Copy out each line of the data that holds the string "compare".
☆ ☆ ☆ ☆
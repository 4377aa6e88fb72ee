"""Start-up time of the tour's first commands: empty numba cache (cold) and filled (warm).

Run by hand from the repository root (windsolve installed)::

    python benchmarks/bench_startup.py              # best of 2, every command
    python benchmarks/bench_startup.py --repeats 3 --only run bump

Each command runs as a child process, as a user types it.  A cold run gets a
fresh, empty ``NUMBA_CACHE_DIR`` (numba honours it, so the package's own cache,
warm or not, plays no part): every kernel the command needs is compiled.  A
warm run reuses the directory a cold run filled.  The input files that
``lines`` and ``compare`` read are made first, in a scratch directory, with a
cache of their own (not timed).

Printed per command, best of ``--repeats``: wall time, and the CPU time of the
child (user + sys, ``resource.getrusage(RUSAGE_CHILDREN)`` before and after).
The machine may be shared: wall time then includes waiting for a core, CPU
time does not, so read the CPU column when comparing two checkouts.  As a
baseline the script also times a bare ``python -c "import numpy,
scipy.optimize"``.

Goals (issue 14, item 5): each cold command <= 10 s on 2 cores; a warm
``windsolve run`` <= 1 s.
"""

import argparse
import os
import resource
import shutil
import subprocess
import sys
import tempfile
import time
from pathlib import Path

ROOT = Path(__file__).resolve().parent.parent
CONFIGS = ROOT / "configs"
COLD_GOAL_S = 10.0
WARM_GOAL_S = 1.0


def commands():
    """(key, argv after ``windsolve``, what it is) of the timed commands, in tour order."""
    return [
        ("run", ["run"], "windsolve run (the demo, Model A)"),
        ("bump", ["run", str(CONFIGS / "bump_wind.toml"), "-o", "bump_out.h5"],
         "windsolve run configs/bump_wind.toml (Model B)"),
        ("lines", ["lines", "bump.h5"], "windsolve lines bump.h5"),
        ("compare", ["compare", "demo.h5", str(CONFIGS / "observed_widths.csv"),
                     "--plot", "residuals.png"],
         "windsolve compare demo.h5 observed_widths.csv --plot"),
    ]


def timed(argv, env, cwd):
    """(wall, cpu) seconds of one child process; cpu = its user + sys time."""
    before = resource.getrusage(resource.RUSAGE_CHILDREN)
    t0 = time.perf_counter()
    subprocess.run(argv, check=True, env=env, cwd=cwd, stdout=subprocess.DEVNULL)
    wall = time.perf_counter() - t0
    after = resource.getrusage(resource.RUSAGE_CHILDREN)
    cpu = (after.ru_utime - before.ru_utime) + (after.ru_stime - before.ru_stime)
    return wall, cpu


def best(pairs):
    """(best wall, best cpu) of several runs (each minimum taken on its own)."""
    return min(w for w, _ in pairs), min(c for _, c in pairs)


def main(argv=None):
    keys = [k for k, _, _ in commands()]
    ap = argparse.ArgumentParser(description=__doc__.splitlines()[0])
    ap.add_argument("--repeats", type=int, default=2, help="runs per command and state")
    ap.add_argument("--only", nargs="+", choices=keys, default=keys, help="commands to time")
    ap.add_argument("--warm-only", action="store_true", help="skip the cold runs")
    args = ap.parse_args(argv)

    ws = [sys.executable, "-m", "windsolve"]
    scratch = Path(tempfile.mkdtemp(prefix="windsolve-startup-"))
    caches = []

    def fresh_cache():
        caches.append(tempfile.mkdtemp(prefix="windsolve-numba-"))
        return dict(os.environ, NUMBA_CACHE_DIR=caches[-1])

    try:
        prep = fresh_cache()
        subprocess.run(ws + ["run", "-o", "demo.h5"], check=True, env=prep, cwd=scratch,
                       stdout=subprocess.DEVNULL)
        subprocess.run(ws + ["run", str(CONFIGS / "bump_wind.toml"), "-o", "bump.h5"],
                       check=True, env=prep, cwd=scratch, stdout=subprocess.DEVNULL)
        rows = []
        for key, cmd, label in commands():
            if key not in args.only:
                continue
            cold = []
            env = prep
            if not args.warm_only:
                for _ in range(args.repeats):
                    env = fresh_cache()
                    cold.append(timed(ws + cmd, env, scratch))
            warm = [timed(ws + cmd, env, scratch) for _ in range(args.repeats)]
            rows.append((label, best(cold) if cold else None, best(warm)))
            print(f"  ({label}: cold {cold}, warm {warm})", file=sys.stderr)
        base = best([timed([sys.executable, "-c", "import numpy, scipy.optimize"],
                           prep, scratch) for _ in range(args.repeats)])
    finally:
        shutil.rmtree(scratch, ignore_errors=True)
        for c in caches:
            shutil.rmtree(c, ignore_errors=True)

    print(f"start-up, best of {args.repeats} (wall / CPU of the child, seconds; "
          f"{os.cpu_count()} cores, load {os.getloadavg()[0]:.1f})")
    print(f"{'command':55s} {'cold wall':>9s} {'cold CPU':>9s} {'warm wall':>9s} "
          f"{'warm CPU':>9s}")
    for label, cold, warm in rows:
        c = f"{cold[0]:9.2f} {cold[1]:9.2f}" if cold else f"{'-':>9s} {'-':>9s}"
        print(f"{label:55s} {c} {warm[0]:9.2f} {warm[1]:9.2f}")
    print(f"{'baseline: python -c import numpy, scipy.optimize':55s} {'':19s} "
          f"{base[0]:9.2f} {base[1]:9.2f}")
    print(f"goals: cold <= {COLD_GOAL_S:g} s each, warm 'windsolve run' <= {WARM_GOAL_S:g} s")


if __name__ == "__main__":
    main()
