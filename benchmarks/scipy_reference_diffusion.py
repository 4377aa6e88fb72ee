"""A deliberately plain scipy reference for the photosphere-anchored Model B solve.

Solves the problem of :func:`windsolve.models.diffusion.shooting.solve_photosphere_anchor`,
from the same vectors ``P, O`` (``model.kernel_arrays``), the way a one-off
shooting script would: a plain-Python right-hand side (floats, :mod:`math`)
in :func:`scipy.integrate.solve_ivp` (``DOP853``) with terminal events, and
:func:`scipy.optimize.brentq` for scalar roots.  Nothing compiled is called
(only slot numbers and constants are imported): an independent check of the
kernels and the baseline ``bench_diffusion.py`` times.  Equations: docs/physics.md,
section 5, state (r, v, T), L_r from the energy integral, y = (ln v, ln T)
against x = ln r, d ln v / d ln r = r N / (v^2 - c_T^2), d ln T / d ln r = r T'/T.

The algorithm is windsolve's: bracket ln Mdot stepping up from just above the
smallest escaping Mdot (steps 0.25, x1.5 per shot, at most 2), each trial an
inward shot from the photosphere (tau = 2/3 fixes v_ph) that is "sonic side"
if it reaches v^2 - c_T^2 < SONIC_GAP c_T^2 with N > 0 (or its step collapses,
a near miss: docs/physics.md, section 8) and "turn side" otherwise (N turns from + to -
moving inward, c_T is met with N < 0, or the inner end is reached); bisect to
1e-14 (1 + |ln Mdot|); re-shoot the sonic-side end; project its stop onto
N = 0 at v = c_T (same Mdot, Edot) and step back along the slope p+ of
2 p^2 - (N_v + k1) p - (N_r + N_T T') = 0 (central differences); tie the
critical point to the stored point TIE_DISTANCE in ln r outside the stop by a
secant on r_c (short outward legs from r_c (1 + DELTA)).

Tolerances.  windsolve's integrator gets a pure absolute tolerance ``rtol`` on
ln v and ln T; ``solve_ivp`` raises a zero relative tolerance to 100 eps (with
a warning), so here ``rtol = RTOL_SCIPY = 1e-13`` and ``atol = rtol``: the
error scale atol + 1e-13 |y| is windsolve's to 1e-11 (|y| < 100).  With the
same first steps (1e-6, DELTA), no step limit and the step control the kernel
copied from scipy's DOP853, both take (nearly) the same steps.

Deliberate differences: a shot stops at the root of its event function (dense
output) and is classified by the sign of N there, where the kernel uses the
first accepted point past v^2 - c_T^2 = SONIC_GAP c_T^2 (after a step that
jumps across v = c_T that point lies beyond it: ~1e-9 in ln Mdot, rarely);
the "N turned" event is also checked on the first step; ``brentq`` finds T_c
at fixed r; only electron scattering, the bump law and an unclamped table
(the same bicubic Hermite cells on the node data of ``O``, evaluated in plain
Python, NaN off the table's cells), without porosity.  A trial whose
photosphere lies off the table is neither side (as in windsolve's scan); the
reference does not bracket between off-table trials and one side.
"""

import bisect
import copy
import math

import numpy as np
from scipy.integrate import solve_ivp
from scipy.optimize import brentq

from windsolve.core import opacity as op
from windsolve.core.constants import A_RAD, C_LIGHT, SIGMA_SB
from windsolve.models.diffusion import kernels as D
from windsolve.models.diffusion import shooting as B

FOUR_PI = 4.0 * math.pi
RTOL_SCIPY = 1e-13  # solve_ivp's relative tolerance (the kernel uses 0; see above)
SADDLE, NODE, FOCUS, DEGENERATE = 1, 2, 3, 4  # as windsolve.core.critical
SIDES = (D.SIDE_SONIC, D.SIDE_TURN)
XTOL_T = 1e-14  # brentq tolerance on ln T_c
☆ ☆ ☆ ☆
• SOLUTION TO THE EXERCISE
``lines`` and ``compare`` read are made first, in a scratch directory, with a
        ("compare", ["compare", "demo.h5", str(CONFIGS / "observed_widths.csv"),
         "windsolve compare demo.h5 observed_widths.csv --plot"),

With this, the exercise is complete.